Blood tests or imaging studies to diagnose rheumatoid arthritis do not help to pinpoint the diagnosis, especially in the early stages. There are more than a hundred types of arthritis and this makes it that much more difficult.

Rheumatoid arthritis is a chronic inflammatory disorder that causes pain, swelling, and stiffness in the joints. The joints usually affected are those of the hands, feet, and wrists.

There may be periods where symptoms go into remission or they become worse and flare up. These periods of acute symptoms flaring up are known as flare-ups or flares.

With treatment, it’s possible to reduce the frequency of flares and minimize or prevent long-term damage to the joints.

The real help to diagnose rheumatoid arthritis comes from the signs and symptoms elicited from the clinical history and examination. The doctor then proceeds to diagnose rheumatoid arthritis with blood tests and imaging studies, which also help to determine the extent of the damage to the involved joints.

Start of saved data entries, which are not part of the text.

/**
 * Where a one-state autonomous law y' = f(y) settles: every equilibrium in [from, to], its
 * stability, the poles, jumps and gaps where f is not a value that can be crossed, the
 * intervals where f is identically zero, and the sign of f between them.
 *
 * Plain numbers in, plain numbers out (SI magnitudes in practice); no units, no study model.
 *
 * The method, in order (each step is common practice for bracketing all zeros of a black-box
 * function; the refinements are Brent's):
 * 1. Sample f on a uniform grid of panels, then bisect panels where f changes a lot or bends
 *    a lot relative to its typical size (breadth first, a fixed depth and a share of the budget).
 * 2. Where f is not finite, locate the ends of the gap by bisection; a gap that shrinks to a
 *    point across which |f| grows is a pole.
 * 3. Across each sign change, Brent's zero (`brentRoot`); the bracket then tells a zero (|f|
 *    falls to nothing) from a pole (|f| grows without bound) from a jump (neither).
 * 4. At each local minimum of |f| on the grid with no sign change nearby, Brent's `localmin` on
 *    sign·f: if it goes below zero it has split a hidden pair of zeros (each then polished by
 *    Brent); if its minimum is zero to within the tolerance it is a touching zero (a double
 *    root), whose location is polished as a zero of f'. Large local maxima of |f| are checked
 *    the same way for poles that do not change sign (1/y²).
 * 5. Each equilibrium is classified from the sign of f at a small offset on each side (scaled
 *    to the grid spacing and to the distance to the next feature), with f'(y*) by a central
 *    difference (or the caller's derivative) as a cross-check.
 *
 * Tolerances scale with the problem: locations with the width of [from, to] (and |y|), values
 * of f with its size nearby (the largest |f| on the initial grid within two cells), so kelvin
 * near 300, concentrations near 1e-6 and exp(y) over fifty units all behave alike. Work is
 * bounded by `maxEvaluations` (default 3000); hitting it is reported, never an exception.
 *
 * Limits (what sampling cannot see): two zeros so close that f between them stays within the
 * zero tolerance are one semi-stable point (with the defaults, zeros closer than about 1e-6 of
 * the range's width may merge); three or more zeros inside one grid cell across which f changes sign show
 * as one; a gap or a spike narrower than a cell is found only when a sample, Brent or the
 * minimiser lands in it; a zero at a corner of f (a kink) is classified by the signs, with a
 * warning that the difference slope disagrees.
 */
import { brentMinimize, brentRoot } from '../brent.ts';

export type Stability = 'attractor' | 'repeller' | 'semi-stable';
/** The sign of f somewhere: rising, falling, or zero to within the tolerance. */
export type FSign = '+' | '-' | '0';

export interface Equilibrium {
  /** y* with f(y*) = 0. */
  readonly value: number;
  readonly stability: Stability;
  /** f'(y*): the caller's derivative when given and finite, else the central difference. */
  readonly slope: number;
  readonly slopeSource: 'derivative' | 'difference';
  /** The central-difference estimate of f'(y*) (NaN when f is not defined on either side). */
  readonly slopeDifference: number;
  /** Sign of f just below and just above y* (null where f is not defined there). */
  readonly left: FSign | null;
  readonly right: FSign | null;
  /** f(y*) as evaluated. */
  readonly residual: number;
  /** False when the slope's sign contradicts the side signs (a warning says so too). */
  readonly consistent: boolean;
  /** False when the location could not be refined to tolerance (budget or a failed search). */
  readonly converged: boolean;
}

/** A point where f is not crossed continuously: |f| unbounded (pole) or a finite jump in sign. */
export interface Singularity {
  readonly at: number;
  readonly left: FSign | null;
  readonly right: FSign | null;
}

export interface Span {
  readonly from: number;
  readonly to: number;
}

/**
 * The sign of f on a piece of [from, to]. `from`/`to` null mean the range's own edge.
 * sign: '+' rising, '-' falling, '0' f identically zero there, 'none' f not defined (a gap).
 */
export interface SignInterval {
  readonly from: number | null;
  readonly to: number | null;
  readonly sign: '+' | '-' | '0' | 'none';
}

export interface PhaseAnalysis {
  /** In increasing order of value. */
  readonly equilibria: readonly Equilibrium[];
  /** Points where |f| grows without bound (with or without a change of sign). */
  readonly poles: readonly Singularity[];
  /** Points where f changes sign by a finite jump, without passing through zero. */
  readonly jumps: readonly Singularity[];
  /** Where f is not a finite number (NaN, ±Infinity, or f threw). */
  readonly gaps: readonly Span[];
  /** Where f is identically zero (every point there is an equilibrium). */
  readonly zeroIntervals: readonly Span[];
  /** Cover [from, to] in order, split at every equilibrium, pole, jump, gap and zero interval. */
  readonly intervals: readonly SignInterval[];
  /** Calls of f. */
  readonly evaluations: number;
  /** True when the evaluation budget cut the work short (the result may be incomplete). */
  readonly budgetExhausted: boolean;
  readonly warnings: readonly string[];
  /** Typical |f|: the median of |f| on the initial grid (zero itself is judged locally, see zeroTolerance). */
  readonly scale: { readonly f: number };
}

export interface EquilibriumOptions {
  /** Panels in the initial grid; each panel is two cells (default 32, so 65 samples). */
  readonly panels?: number;
  /** Levels of panel bisection allowed beyond the initial grid (default 6). */
  readonly maxDepth?: number;
  /** Hard cap on calls of f (default 3000). */
  readonly maxEvaluations?: number;
  /** Absolute location tolerance (default 1e-12 times the width of [from, to]). */
  readonly xtol?: number;
  /** Relative location tolerance (default 4 machine epsilons). */
  readonly rtol?: number;
  /**
   * |f| at or below this fraction of the local size of f (the largest |f| on the initial grid
   * within two cells) counts as zero (default 1e-10). Local, so that exp(y) - 5 on [0, 50] is
   * judged near its root by values near its root.
   */
  readonly zeroTolerance?: number;
  /** f'(y), when known exactly: used for the reported slope and to polish touching zeros. */
  readonly derivative?: (y: number) => number;
}

/** Defaults, see EquilibriumOptions. */
const DEFAULT_PANELS = 32;
const DEFAULT_MAX_DEPTH = 6;
const DEFAULT_MAX_EVALUATIONS = 3000;
const DEFAULT_ZERO_TOLERANCE = 1e-10;
/** Location tolerance relative to the width of the range. */
const DEFAULT_XTOL_OF_WIDTH = 1e-12;
const EPS = Number.EPSILON;
/** |f| below NOISE times the local size of f is taken as rounding, with no sign, when probing beside a point. */
const NOISE = 1e-13;
/** Share of the budget the grid refinement may use, and the share kept for classification. */
const REFINE_SHARE = 0.3;
const CLASSIFY_SHARE = 0.1;
/** A panel is bisected when its values vary by more than 2·(least |f|) + typical |f| ... */
const VARIATION_FACTOR = 2;
/** ... or its second difference exceeds this fraction of (least |f| + typical |f|). */
const CURVATURE_FACTOR = 0.5;
/** Across a converged sign-change bracket: |f| fallen by this factor is a zero ... */
const ROOT_DROP = 1e-3;
/** ... grown by this factor is a pole; anything between is a jump. */
const POLE_GROWTH = 1e3;
/** A grid minimum of |f| is not searched when the parabola through it stays above PRUNE times its depth. */
const PRUNE = 8;
/** Local maxima of |f| below this multiple of the typical |f| are not examined as poles. */
const POLE_CANDIDATE = 10;
/** Side-sign probing: first offset as a fraction of the local spacing, growth factor, tries. */
const SIDE_FRACTION = 0.25;
const SIDE_GROWTH = 4;
const SIDE_TRIES = 4;
/** Beside a zero, an odd part of f below this fraction of the even part means a touching zero. */
const EVEN_DOMINATES = 0.1;
/** Steps for differences: cube root of epsilon for first derivatives (common practice). */
const DIFF_STEP = Math.cbrt(EPS);

/** Iteration cap for one Brent zero: a triple root converges only linearly and may need ~100. */
const BRENT_MAX_ITERATIONS = 200;
/** Iteration cap for one Brent minimisation (a local minimum or maximum of f). */
const MINIMIZE_MAX_ITERATIONS = 200;

class BudgetError extends Error {}

/** Calls f, counts the calls, and refuses past the current limit. A throw from f is NaN. */
class Evaluator {
  count = 0;
  limit: number;
  constructor(private readonly f: (y: number) => number, readonly cap: number) { this.limit = cap; }
  get left(): number { return this.limit - this.count; }
  at(y: number): number {
    if (this.count >= this.limit) throw new BudgetError();
    this.count++;
    let v: unknown;
    try { v = this.f(y); } catch { v = NaN; }
    return typeof v === 'number' ? v : NaN;
  }
}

For example, higher levels of rheumatoid factor (RA factor) in the blood indicate a higher level of inflammation.

Clinical history

Your doctor, ideally a rheumatologist, will take a detailed history of your symptoms and examine the joint for the classic signs, which will help him to diagnose RA. These include:

  • Inflammation in the joint
  • Characteristic joint swelling and stiffness in the morning
  • Tenderness over the joint (pain on applying pressure over the joint)
  • Symmetric polyarthritis — the same joints are involved on both sides of the body
  • Findings of rheumatoid nodules under the skin, commonly over the elbows or fingers
  • Joint deformity

Blood tests to diagnose rheumatoid arthritis

Your doctor may arrange blood tests to help confirm the diagnosis. No blood test can definitively be specific and prove or rule out a rheumatoid arthritis diagnosis, but the tests indicated can make the doctor strongly suspect this condition.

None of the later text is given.